Standard Lease Agreements

No two leases are the same but most are typed documents with a number of different sub clauses. This can be intimating for the reader, especially when you are so excited to sign the thing and actually claim the place as your own. Before you jump the gun, however, you need to give the document a good read through. Ask to take the lease home so you can read through it at your leisure. Take notes on any clauses that you do not understand or any areas that you are not happy with. Once you see your potential landlord again, bring these issues up before signing the lease.

In most instances a lease is not going to change. Just because you want to buy a puppy, if the building is a 'no pet' building, then you will most likely be unable to own a pet. However, in some instances you may be able to make slight changes to the lease. You may be able to extend or limit the lease amount by a couple of months in some situations, for example, if you know you are moving away in 11 months but have the lease for twelve. You may even be able to lower the rent by $10 if you agree to a longer lease term than what is required.

Lease Signing Precautions

If you have never signed a lease before then it might be a good idea to have a friend or family member look over it for you. If you find that something is really not right with the lease, then speaking to a real estate lawyer can help. You may find out that the lease is actually asking you to do something that is illegal. If this is the case, you will want to put a stop to this property manager or landlord before others in your situation are caught in the trap.

Some of the things to beware of when signing a lease are any leases that require you to submit your damage deposit no matter what. Another big problem is leases that require you to pay for all damages to the apartment - this is the responsibility of the owner, not the tenant in an apartment setting. Furthermore, unless each unit is individually metered, it is also against the law for you to pay for electricity and water by splitting the cost equally with all the different tenants. If you notice anything about these situations in the lease, it might be a good idea to speak to a real estate lawyer or ask a realtor to look over it.

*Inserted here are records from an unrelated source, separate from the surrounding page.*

import type { FeesRow, PaymentsRow } from '@/db/tables'

/** Why a fee cannot be paid now, in a sentence; null when it can. */
export function whyNotPayable(state: FeesRow['state']): string | null {
  switch (state) {
    case 'due':
      return null
    case 'paid':
      return 'The fee has been paid already.'
    case 'waived':
      return 'The fee has been waived: nothing is owed.'
    case 'invoiced':
      return 'The fee goes to an institute by invoice: nothing is to be paid here.'
    case 'refunded':
      return 'The fee was paid back: nothing is owed.'
    case 'lapsed':
    case 'cancelled':
      return 'The fee is no longer owed.'
  }
}

const hour = 3600_000

/** A checkout page stays open for 23 hours: the firm allows a day at most, and forgets keys after one. */
export const checkoutEndsAt = (begunAt: Date): Date => new Date(begunAt.getTime() + 23 * hour)

/** An attempt that can be taken up again: its page may be open still, or its creation can be repeated by its key. */
export function canBeTakenUp(
  payment: Pick<PaymentsRow, 'state' | 'provider_session_id' | 'created_at'>,
  now: Date,
): boolean {
  if (payment.state === 'open') return true
  // The firm wants at least half an hour until a page ends.
  return payment.state === 'created' && now.getTime() < checkoutEndsAt(payment.created_at).getTime() - hour
}

export type MoneyArrived = 'settles the fee' | 'came too late' | 'came twice'

/** What money that arrived means for the fee as it stands. */
export function whatMoneyMeans(state: FeesRow['state']): MoneyArrived {
  if (state === 'due' || state === 'invoiced') return 'settles the fee'
  return state === 'paid' ? 'came twice' : 'came too late'
}
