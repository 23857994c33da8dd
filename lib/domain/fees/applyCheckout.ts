import { insertPaymentEvent, isKnownEvent, lockPayment, updatePayment } from '@/db/queries/payments'
import type { PaymentsRow } from '@/db/tables'
import { refuse } from '@/lib/errors'
import type { CheckoutState, PaymentNotice } from '@/lib/services/payments/Payments'
import type { Context } from '../context'
import { inTransaction } from '../inTransaction'
import { isDuplicate } from '../isDuplicate'
import { settlePayment } from './settlePayment'

export const knownBefore = 'known before'

/**
 * Brings a payment to the state its checkout is in at the firm, whoever asked: the notice, the returning
 * person or the job. A notice is stored in the transaction of its effect, once.
 */
export async function applyCheckout(
  ctx: Context,
  paymentId: number,
  checkout: CheckoutState,
  notice: PaymentNotice | null = null,
): Promise<string> {
  try {
    return await inTransaction(ctx, async (tx) => {
      if (notice && (await isKnownEvent(tx.db, notice.id))) return knownBefore
      const payment = await lockPayment(tx.db, paymentId)
      if (!payment) throw refuse.notFound('payment')
      const effect = await bringToState(tx, payment, checkout, notice?.failure ?? null)
      if (notice)
        await insertPaymentEvent(tx.db, {
          providerEventId: notice.id,
          eventType: notice.type,
          paymentId,
          payload: notice.body,
          effect,
          providerCreatedAt: notice.createdAt,
        })
      return effect
    })
  } catch (error) {
    // The same notice came twice at once: the other one did the work.
    if (notice && isDuplicate(error)) return knownBefore
    throw error
  }
}

async function bringToState(
  tx: Context,
  payment: PaymentsRow,
  checkout: CheckoutState,
  failure: string | null,
): Promise<string> {
  if (payment.state === 'succeeded') return 'nothing: it was settled before'
  if (checkout.isPaid) {
    if (checkout.amountMinor !== payment.amount_minor || checkout.currency !== payment.currency)
      return 'nothing: the amount differs from the fee'
    return settlePayment(tx, payment, checkout)
  }
  if (checkout.status === 'expired') {
    await updatePayment(tx.db, payment.id, { state: 'expired' })
    return 'the page has expired'
  }
  if (failure) {
    await updatePayment(tx.db, payment.id, { failure: failure.slice(0, 200) })
    return 'noted why the card was refused'
  }
  return 'nothing: it is still open'
}
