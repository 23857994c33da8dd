import { BarNote } from '@/components/ui/BarNote'
import { countInWords, formatList, formatNumber } from '@/lib/format'
import type { Sheet } from '@/lib/domain/tools/yardstick/sheets/sheet'
import { NEARBY_REDSHIFT, SOLAR_SPEED_KM_S } from '@/lib/science/cosmology'

const NAMED = 5

/** When to distrust a distance: which of the redshifts are none, and why. */
export function NearNotes({ sheet, motionKmS }: { sheet: Sheet; motionKmS: number }) {
  const doubtful = sheet.rows.filter(({ cells }) => cells.some(({ caution }) => caution))
  const advice = doubtful[0]?.cells.find(({ caution }) => caution)?.caution
  const named = doubtful.slice(0, NAMED).map(({ cells }) => String(cells[0]?.value))
  const more = doubtful.length - named.length
  return (
    <section className="mt-8 max-w-prose">
      <h2 className="text-section">When a redshift is no distance</h2>
      <p className="mt-1">
        The Sun moves at {formatNumber(SOLAR_SPEED_KM_S, 0)} km/s against the microwave background, and
        galaxies at some {formatNumber(motionKmS, 0)} km/s besides the expansion. Both count as redshift but
        say nothing of distance: D<sub>L</sub> = (1 + z<sub>hel</sub>) D<sub>M</sub>(z<sub>CMB</sub>) takes
        out the first, the error carries the second. Below z = {NEARBY_REDSHIFT} measure the distance instead.
      </p>
      {advice ? (
        <div className="mt-4">
          <BarNote tone="marginal">
            <strong className="font-semibold">
              {countInWords(doubtful.length, 'redshift is', 'redshifts are', true)} no distance:{' '}
              {more > 0 ? `${named.join(', ')} and ${more} more` : formatList(named)}.
            </strong>{' '}
            {advice}
          </BarNote>
        </div>
      ) : null}
    </section>
  )
}
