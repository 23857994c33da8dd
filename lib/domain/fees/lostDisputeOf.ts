import type { DisputesRow, FeesRow, ProposalsRow } from '@/db/tables'
import type { Context } from '../context'
import { disputeChoices, type DisputeDecision } from './disputeRules'
import { isSurplusPayment } from './isSurplusPayment'

/** The lost dispute of a fee that nobody has decided on, with what may be made of it. */
export async function lostDisputeOf(
  ctx: Context,
  of: { disputes: readonly DisputesRow[]; fee: FeesRow; proposalState: ProposalsRow['state'] },
): Promise<{ disputeId: number; amountMinor: number; choices: DisputeDecision[] } | null> {
  const dispute = of.disputes.find(({ state, decision }) => state === 'lost' && decision === null)
  if (!dispute) return null
  const isSurplus = await isSurplusPayment(ctx, dispute.payment_id)
  return {
    disputeId: dispute.id,
    amountMinor: dispute.amount_minor,
    choices: disputeChoices({ ...of, dispute, isSurplus }),
  }
}
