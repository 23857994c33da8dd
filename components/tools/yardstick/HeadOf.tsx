/** A quantity's letter with what stands below it: D with L. */
export function HeadOf({ head, below }: { head: string; below?: string }) {
  return below ? (
    <>
      {head}
      <sub>{below}</sub>
    </>
  ) : (
    head
  )
}
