import { billingRecord } from '@/db/queries/billing'
import { databaseNow } from '@/db/queries/clock'
import { latestWaiver, lockFeeOf, updateFee } from '@/db/queries/fees'
import { insertInvoice } from '@/db/queries/invoices'
import { moveMoney } from '@/db/queries/moneyLedger'
import { authorize } from '@/lib/auth/authorize'
import { refuse } from '@/lib/errors'
import { paths } from '@/lib/paths'
import { holds } from '../actor'
import { payTo } from '../billing/payTo'
import type { ActingContext } from '../context'
import { inTransaction } from '../inTransaction'
import { writeLogbook } from '../logbook/writeLogbook'
import { invoiceIssued } from '../outbox/letters/invoiceIssued'
import { queueLetter } from '../outbox/queueLetter'
import { readContents } from '../proposals/readContents'
import { drawPaperNumber } from './drawPaperNumber'
import { invoiceDueAt, whyNoInvoice } from './invoiceRules'
import { mayAskForInvoice } from './policy'

export interface AskForInvoiceInput {
  reference: string
  institute: string
  address: string
  purchaseOrder: string
  sendTo: string
}

/**
 * Writes an invoice to an institute for a fee that is due, with the next number, and mails it. While it is open the
 * proposal does not lapse.
 */
export async function askForInvoice(
  ctx: ActingContext,
  input: AskForInvoiceInput,
): Promise<{ number: string }> {
  return inTransaction(ctx, async (tx) => {
    const fee = await lockFeeOf(tx.db, input.reference)
    const contents = await readContents(tx.db, input.reference)
    authorize(mayAskForInvoice(tx.actor, contents))
    if (!fee) throw refuse.closed('Nothing is owed for this proposal.')
    const waiver = await latestWaiver(tx.db, fee.id)
    const why = whyNoInvoice(fee.state, waiver?.state === 'asked')
    if (why) throw refuse.closed(why)

    const billing = await billingRecord(tx.db)
    if (!billing)
      throw refuse.closed(
        'The office has not said yet where invoices are paid to. Write to it, and name the reference.',
      )

    const dueAt = invoiceDueAt(await databaseNow(tx.db))
    const number = await drawPaperNumber(tx, 'invoices')
    const money = { amountMinor: fee.amount_minor, currency: fee.currency }
    const { reference, ...addressed } = input
    const id = await insertInvoice(tx.db, {
      ...addressed,
      ...money,
      number,
      billingRecordId: billing.id,
      feeId: fee.id,
      dueAt,
      askedBy: tx.actor.personId,
    })
    if (!(await updateFee(tx.db, fee, 'invoiced')))
      throw refuse.closed('The fee has changed a moment ago. Load the page again.')
    await moveMoney(tx.db, {
      ...money,
      movement: `invoiced:${id}`,
      feeId: fee.id,
      from: 'receivable',
      to: 'invoiced',
    })
    const facts = {
      ...addressed,
      ...money,
      payTo: payTo(billing.facts),
      number,
      dueAt,
      reference,
      title: contents.title,
    }
    const url = `${tx.request.origin}${paths.proposalSent(reference)}`
    const readers = [
      ...contents.people.filter(({ role }) => role === 'pi'),
      { personId: null, email: input.sendTo, name: input.institute },
    ]
    for (const reader of readers)
      await queueLetter(tx, reader, invoiceIssued({ ...facts, name: reader.name, url }), `invoice:${number}`)
    await writeLogbook(tx, {
      action: 'fee.invoice',
      subject: { kind: 'proposal', id: reference },
      actingAs: holds(tx.actor, 'office') ? 'office' : 'investigator',
      before: { fee: fee.state },
      after: { invoice: number, institute: input.institute, ...money, dueAt },
    })
    return { number }
  })
}
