import { Text, View } from '@react-pdf/renderer'
import { Words } from '../parts/Words'
import { colour, size } from '../theme'

/** The foot of every page: for whom it is, and which page of how many. */
export function RunningFoot({ left, right }: { left: string; right: string }) {
  return (
    <View
      fixed
      style={{
        position: 'absolute',
        left: size.margin,
        right: size.margin,
        bottom: 28,
        paddingTop: 9,
        borderTop: `0.75 solid ${colour.rule}`,
        flexDirection: 'row',
        justifyContent: 'space-between',
      }}
    >
      <Words base={size.footer} style={{ color: colour.muted }}>
        {left}
      </Words>
      <Text
        style={{ fontSize: size.footer, color: colour.muted }}
        render={({ pageNumber, totalPages }) => `${right}, page ${pageNumber} of ${totalPages}`}
      />
    </View>
  )
}
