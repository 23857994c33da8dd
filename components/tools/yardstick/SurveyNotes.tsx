import { BarNote } from '@/components/ui/BarNote'
import { refusedVariance } from '@/lib/domain/tools/yardstick/refusedVariance'
import type { AskedSurvey } from '@/lib/domain/tools/yardstick/surveyFields'

/** What the counts of a survey rest on, and why clustering is not known where it is not. */
export function SurveyNotes({ survey, redshifts }: { survey: AskedSurvey; redshifts: readonly number[] }) {
  const refused = refusedVariance(survey, redshifts)
  return (
    <section className="mt-8 max-w-prose">
      <h2 className="text-section">What the counts rest on</h2>
      <p className="mt-1">
        N = n V, with √N of counting. Galaxies cluster, so that one field differs from another by σ N more, σ
        = b(m, z) σ<sub>dm</sub>(z) after Moster et al. 2011 (ApJ 731, 113). Their fields are 3.3′ to 84′
        wide; between them σ is taken as a power of the area. It is the same under every cosmology here, and
        good to some tens of percent.
      </p>
      {refused ? (
        <div className="mt-4">
          <BarNote tone="marginal">{refused}</BarNote>
        </div>
      ) : null}
    </section>
  )
}
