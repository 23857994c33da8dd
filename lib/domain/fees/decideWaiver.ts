import { closeWaiver, findWaiver, lockFee, updateFee } from '@/db/queries/fees'
import { moveMoney } from '@/db/queries/moneyLedger'
import { authorize } from '@/lib/auth/authorize'
import { refuse } from '@/lib/errors'
import { paths } from '@/lib/paths'
import type { ActingContext } from '../context'
import { inTransaction } from '../inTransaction'
import { writeLogbook } from '../logbook/writeLogbook'
import { waiverDecided } from '../outbox/letters/waiverDecided'
import { queueLetter } from '../outbox/queueLetter'
import { readContents } from '../proposals/readContents'
import { mayDecideWaiver } from './policy'
import { whyNotPayable } from './rules'

/** Grants or refuses a waiver: granted, the fee is settled; refused, it stays due. The investigators are told. */
export async function decideWaiver(
  ctx: ActingContext,
  input: { waiverId: number; decision: 'granted' | 'refused'; note: string },
): Promise<void> {
  await inTransaction(ctx, async (tx) => {
    authorize(mayDecideWaiver(tx.actor))
    const waiver = await findWaiver(tx.db, input.waiverId)
    const fee = waiver && (await lockFee(tx.db, waiver.fee_id))
    if (!waiver || !fee) throw refuse.notFound('request')
    const why = whyNotPayable(fee.state)
    if (why) throw refuse.closed(why)
    const outcome = { state: input.decision, note: input.note, decidedBy: tx.actor.personId }
    if (!(await closeWaiver(tx.db, waiver.id, outcome)))
      throw refuse.closed('This request has been decided already. Load the page again.')
    if (input.decision === 'granted') {
      await updateFee(tx.db, fee, 'waived')
      await moveMoney(tx.db, {
        movement: `waived:${fee.id}`,
        feeId: fee.id,
        from: 'receivable',
        to: 'waived',
        amountMinor: fee.amount_minor,
        currency: fee.currency,
      })
    }
    const contents = await readContents(tx.db, fee.proposal_id)
    const facts = {
      reference: contents.reference,
      title: contents.title,
      amountMinor: fee.amount_minor,
      currency: fee.currency,
      dueAt: fee.due_at,
      decision: input.decision,
      note: input.note,
      url: `${tx.request.origin}${paths.proposalSent(contents.reference)}`,
    }
    for (const person of contents.people.filter(
      ({ role, personId }) => role === 'pi' || personId === waiver.asked_by,
    ))
      await queueLetter(tx, person, waiverDecided({ name: person.name, ...facts }), `waiver:${waiver.id}`)
    await writeLogbook(tx, {
      action: 'fee.decide-waiver',
      subject: { kind: 'proposal', id: contents.reference },
      actingAs: 'office',
      after: { waiverId: waiver.id, decision: input.decision, note: input.note },
    })
  })
}
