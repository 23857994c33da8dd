import { insertWaiver, latestWaiver, lockFeeOf } from '@/db/queries/fees'
import { officePeople } from '@/db/queries/roleHolders'
import { authorize } from '@/lib/auth/authorize'
import { refuse } from '@/lib/errors'
import { paths } from '@/lib/paths'
import type { ActingContext } from '../context'
import { inTransaction } from '../inTransaction'
import { writeLogbook } from '../logbook/writeLogbook'
import { waiverAsked } from '../outbox/letters/waiverAsked'
import { queueLetter } from '../outbox/queueLetter'
import { readContents } from '../proposals/readContents'
import { mayAskForWaiver } from './policy'
import { whyNotPayable } from './rules'

/**
 * Asks the office to waive the fee of a proposal; everyone in the office is written to. Until it is decided, the
 * proposal does not lapse for the fee.
 */
export async function askForWaiver(
  ctx: ActingContext,
  input: { reference: string; reason: string },
): Promise<{ waiverId: number }> {
  return inTransaction(ctx, async (tx) => {
    const fee = await lockFeeOf(tx.db, input.reference)
    const contents = await readContents(tx.db, input.reference)
    authorize(mayAskForWaiver(tx.actor, contents))
    if (!fee) throw refuse.closed('Nothing is owed for this proposal.')
    const why = whyNotPayable(fee.state)
    if (why) throw refuse.closed(why)
    const last = await latestWaiver(tx.db, fee.id)
    if (last?.state === 'asked')
      throw refuse.closed('A waiver has been asked for already. The office decides it.')
    if (last?.state === 'refused')
      throw refuse.closed('A waiver was asked for and refused. Write to the office.')
    const waiverId = await insertWaiver(tx.db, {
      feeId: fee.id,
      reason: input.reason,
      askedBy: tx.actor.personId,
    })
    const facts = {
      reference: contents.reference,
      title: contents.title,
      askedBy: tx.actor.name,
      reason: input.reason,
      amountMinor: fee.amount_minor,
      currency: fee.currency,
      dueAt: fee.due_at,
      url: `${tx.request.origin}${paths.office('fees')}?call=${encodeURIComponent(contents.call.slug)}`,
    }
    for (const person of await officePeople(tx.db))
      await queueLetter(tx, person, waiverAsked({ name: person.name, ...facts }), `waiver-asked:${waiverId}`)
    await writeLogbook(tx, {
      action: 'fee.ask-waiver',
      subject: { kind: 'proposal', id: contents.reference },
      actingAs: 'investigator',
      after: { waiverId },
    })
    return { waiverId }
  })
}
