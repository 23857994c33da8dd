import { z } from 'zod'
import { loggedDifferences } from '@/db/queries/reconciliation'
import { authorize } from '@/lib/auth/authorize'
import { Refusal } from '@/lib/errors'
import type { ActingContext } from '../context'
import { findDifferences, type Comparison } from './findDifferences'
import { mayHandleFees } from './policy'

export interface PastDifference {
  at: Date
  /** Who asked; null for the clock. */
  who: string | null
  reference: string | null
  payment: string
  ours: string
  theirs: string
  /** What was done; empty where it is for people. */
  repaired: string
}

export interface ReconciliationView {
  /** How the books stand against the firm's list at this moment; null when the firm does not answer. */
  now: Comparison | null
  past: PastDifference[]
}

const shown = 200

const logged = z.object({
  ours: z.string(),
  theirs: z.string(),
  payment: z.string(),
  repaired: z.string(),
})

/** The books against the firm's own list: what differs now, and what differed before with what was repaired. */
export async function readReconciliation(ctx: ActingContext): Promise<ReconciliationView> {
  authorize(mayHandleFees(ctx.actor))
  const past = await loggedDifferences(ctx.db, shown)
  return {
    now: await compared(ctx),
    past: past.flatMap((row) => {
      const read = logged.safeParse(row.after === null ? null : JSON.parse(row.after))
      if (!read.success) return []
      const reference = row.subjectKind === 'proposal' ? row.subjectId : null
      return [{ at: row.at, who: row.name, reference, ...read.data }]
    }),
  }
}

async function compared(ctx: ActingContext): Promise<Comparison | null> {
  try {
    return await findDifferences(ctx)
  } catch (error) {
    if (error instanceof Refusal) return null
    throw error
  }
}
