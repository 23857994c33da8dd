import { feeOf, insertFee } from '@/db/queries/fees'
import { moveMoney } from '@/db/queries/moneyLedger'
import type { FeesRow } from '@/db/tables'
import type { Context } from '../context'
import type { ProposalContents } from '../proposals/types'
import { feeFor } from './feeFor'

/**
 * The fee of a proposal being sent: its amount is that of the call's schedule, never of a form. Billed once, at the
 * first sending; null where the call asks none.
 */
export async function billProposal(
  tx: Context,
  contents: ProposalContents,
  arrivedAt: Date,
): Promise<FeesRow | null> {
  const standing = await feeOf(tx.db, contents.id)
  if (standing) return standing
  const fee = await feeFor(tx, contents, arrivedAt)
  if (!fee) return null
  const { amountMinor, currency } = fee
  const feeId = await insertFee(tx.db, { ...fee, proposalId: contents.id, dueAt: contents.call.graceUntil })
  await moveMoney(tx.db, {
    movement: `billed:${feeId}`,
    feeId,
    from: 'income',
    to: 'receivable',
    amountMinor,
    currency,
  })
  return feeOf(tx.db, contents.id)
}
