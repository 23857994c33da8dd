import type { FeeLetter } from '@/db/queries/feeEvents'
import type { FeeEvent } from './feeEvents'

const names: Record<string, string> = {
  'fee-receipt': 'Receipt',
  'fee-invoice': 'Invoice',
  'invoice-settled': 'Word of the payment',
  'credit-note': 'Credit note',
  'waiver-asked': 'Request for a waiver',
  'waiver-decided': 'Answer about the waiver',
  'fee-reminder': 'Reminder',
  'fee-dispute': 'Word of the dispute',
  'dispute-decided': 'Word of the decision',
  'refund-failed': 'Word of the failed refund',
  'proposal-lapsed': 'Word of the lapse',
}

/** A letter that was sent, as an event of a fee. */
export function letterEvent(letter: FeeLetter): FeeEvent | null {
  const name = names[letter.template]
  return name ? { at: letter.at, words: `${name} sent to ${letter.toName}`, who: null, tone: 'plain' } : null
}
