import { no, unseen, yes, type Decision } from '@/lib/auth/decision'
import { holds, type Actor } from '../actor'
import { investigatorRow, lacksRight, mayLead } from '../proposals/policy'
import type { ProposalContents } from '../proposals/types'

type Subject = Pick<ProposalContents, 'people'>

/** Any of the investigators may pay, whoever sent it. */
export function mayPayFee(actor: Actor, subject: Subject): Decision {
  if (investigatorRow(actor, subject)) return yes
  return holds(actor, 'office') ? no('role', 'The office does not pay fees.') : unseen('proposal')
}

/** Those who lead the proposal may ask for its fee to be waived. */
export function mayAskForWaiver(actor: Actor, subject: Subject): Decision {
  const row = investigatorRow(actor, subject)
  if (!row)
    return holds(actor, 'office')
      ? no('role', 'The office decides waivers; it asks for none.')
      : unseen('proposal')
  return mayLead(row) ? yes : lacksRight(row, 'The principal investigator or a deputy asks for a waiver.')
}

export function mayDecideWaiver(actor: Actor): Decision {
  return holds(actor, 'office') ? yes : unseen('request')
}

/** The books of fees: refunds, invoices, the ledger and what the payment firm says. */
export function mayHandleFees(actor: Actor): Decision {
  return holds(actor, 'office') ? yes : unseen('fee')
}

/** Those who lead the proposal ask for an invoice to their institute, and the office may for them. */
export function mayAskForInvoice(actor: Actor, subject: Subject): Decision {
  if (holds(actor, 'office')) return yes
  const row = investigatorRow(actor, subject)
  if (!row) return unseen('proposal')
  return row.role === 'pi' || row.access === 'deputy'
    ? yes
    : no('role', 'The principal investigator or a deputy asks for an invoice.')
}
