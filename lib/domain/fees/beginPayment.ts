import { databaseNow } from '@/db/queries/clock'
import { lockFeeOf } from '@/db/queries/fees'
import { findPayment, insertPayment, paymentsOf, updatePayment } from '@/db/queries/payments'
import { findPerson } from '@/db/queries/people'
import type { PaymentsRow } from '@/db/tables'
import { authorize } from '@/lib/auth/authorize'
import { refuse } from '@/lib/errors'
import type { ActingContext } from '../context'
import { readContents } from '../proposals/readContents'
import { mayPayFee } from './policy'
import { canBeTakenUp, whyNotPayable } from './rules'

export interface BegunPayment {
  payment: PaymentsRow
  /** Of whoever began it: the firm wants the same with the same key. */
  email: string
  callNumber: number
}

/** The attempt to pay a fee that is under way, or a new one; its amount is that of the fee row. */
export async function beginPayment(tx: ActingContext, reference: string): Promise<BegunPayment> {
  const fee = await lockFeeOf(tx.db, reference)
  const contents = await readContents(tx.db, reference)
  authorize(mayPayFee(tx.actor, contents))
  if (!fee) throw refuse.closed('Nothing is owed for this proposal.')
  const why = whyNotPayable(fee.state)
  if (why) throw refuse.closed(why)

  const now = await databaseNow(tx.db)
  const attempts = await paymentsOf(tx.db, fee.id)
  let payment = attempts.find((attempt) => canBeTakenUp(attempt, now)) ?? null
  if (!payment) {
    for (const attempt of attempts.filter(({ state }) => state === 'created'))
      await updatePayment(tx.db, attempt.id, { state: 'expired' })
    const id = await insertPayment(tx.db, {
      feeId: fee.id,
      idempotencyKey: `pay-${fee.id}-${attempts.length + 1}`,
      amountMinor: fee.amount_minor,
      currency: fee.currency,
      startedBy: tx.actor.personId,
    })
    payment = await findPayment(tx.db, id)
  }
  if (!payment) throw refuse.integrity('The payment could not be begun. Try again.')
  const starter = payment.started_by === null ? null : await findPerson(tx.db, payment.started_by)
  return { payment, email: starter?.email ?? tx.actor.email, callNumber: contents.call.number }
}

Landlords and property managers know that most tenants do not have a real estate license or a degree in law. Many property managers will take advantage of this by making lease agreements hard to read with teeny tiny font and several sub clauses that veer off in all different topics. This is why you need to be careful about what you sign. Although leases for apartments may look complicated, it's important to read through every last clause. If you sign without reading, you could be trapped in an agreement that doesn't work for your lifestyle.